**** DATASET EXTRACT ****

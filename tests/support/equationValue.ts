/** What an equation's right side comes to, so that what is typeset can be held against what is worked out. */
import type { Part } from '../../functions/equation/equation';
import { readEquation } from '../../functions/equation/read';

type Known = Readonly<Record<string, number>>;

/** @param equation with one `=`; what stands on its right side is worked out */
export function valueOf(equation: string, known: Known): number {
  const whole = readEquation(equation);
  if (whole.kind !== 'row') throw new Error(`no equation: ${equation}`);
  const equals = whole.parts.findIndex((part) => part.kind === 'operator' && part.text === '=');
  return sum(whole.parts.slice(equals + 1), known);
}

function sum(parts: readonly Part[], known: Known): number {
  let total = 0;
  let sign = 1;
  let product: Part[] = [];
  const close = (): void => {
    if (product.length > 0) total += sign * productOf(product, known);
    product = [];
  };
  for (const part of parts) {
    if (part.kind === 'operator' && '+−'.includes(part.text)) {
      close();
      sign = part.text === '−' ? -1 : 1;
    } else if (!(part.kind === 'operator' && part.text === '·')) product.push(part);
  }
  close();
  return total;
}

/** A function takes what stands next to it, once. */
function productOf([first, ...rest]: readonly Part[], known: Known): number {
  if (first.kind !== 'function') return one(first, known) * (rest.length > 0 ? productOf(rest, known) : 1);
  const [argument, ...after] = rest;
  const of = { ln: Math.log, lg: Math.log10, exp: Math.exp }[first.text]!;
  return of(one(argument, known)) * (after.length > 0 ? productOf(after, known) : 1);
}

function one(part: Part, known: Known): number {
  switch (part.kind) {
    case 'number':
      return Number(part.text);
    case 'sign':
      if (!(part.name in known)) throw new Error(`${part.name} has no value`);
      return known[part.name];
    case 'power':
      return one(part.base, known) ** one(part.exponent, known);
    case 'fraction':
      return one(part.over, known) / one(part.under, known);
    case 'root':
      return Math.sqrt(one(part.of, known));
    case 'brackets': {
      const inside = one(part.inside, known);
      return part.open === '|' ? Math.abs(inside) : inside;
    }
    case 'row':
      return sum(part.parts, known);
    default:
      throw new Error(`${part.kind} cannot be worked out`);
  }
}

****

An exact copy of every line above is needed.

filename tests/support/equationValue.ts
/** What an equation's right side comes to, so that what is typeset can be held against what is worked out. */
import type { Part } from '../../functions/equation/equation';
import { readEquation } from '../../functions/equation/read';

type Known = Readonly<Record<string, number>>;

/** @param equation with one `=`; what stands on its right side is worked out */
export function valueOf(equation: string, known: Known): number {
  const whole = readEquation(equation);
  if (whole.kind !== 'row') throw new Error(`no equation: ${equation}`);
  const equals = whole.parts.findIndex((part) => part.kind === 'operator' && part.text === '=');
  return sum(whole.parts.slice(equals + 1), known);
}

function sum(parts: readonly Part[], known: Known): number {
  let total = 0;
  let sign = 1;
  let product: Part[] = [];
  const close = (): void => {
    if (product.length > 0) total += sign * productOf(product, known);
    product = [];
  };
  for (const part of parts) {
    if (part.kind === 'operator' && '+−'.includes(part.text)) {
      close();
      sign = part.text === '−' ? -1 : 1;
    } else if (!(part.kind === 'operator' && part.text === '·')) product.push(part);
  }
  close();
  return total;
}

/** A function takes what stands next to it, once. */
function productOf([first, ...rest]: readonly Part[], known: Known): number {
  if (first.kind !== 'function') return one(first, known) * (rest.length > 0 ? productOf(rest, known) : 1);
  const [argument, ...after] = rest;
  const of = { ln: Math.log, lg: Math.log10, exp: Math.exp }[first.text]!;
  return of(one(argument, known)) * (after.length > 0 ? productOf(after, known) : 1);
}

function one(part: Part, known: Known): number {
  switch (part.kind) {
    case 'number':
      return Number(part.text);
    case 'sign':
      if (!(part.name in known)) throw new Error(`${part.name} has no value`);
      return known[part.name];
    case 'power':
      return one(part.base, known) ** one(part.exponent, known);
    case 'fraction':
      return one(part.over, known) / one(part.under, known);
    case 'root':
      return Math.sqrt(one(part.of, known));
    case 'brackets': {
      const inside = one(part.inside, known);
      return part.open === '|' ? Math.abs(inside) : inside;
    }
    case 'row':
      return sum(part.parts, known);
    default:
      throw new Error(`${part.kind} cannot be worked out`);
  }
}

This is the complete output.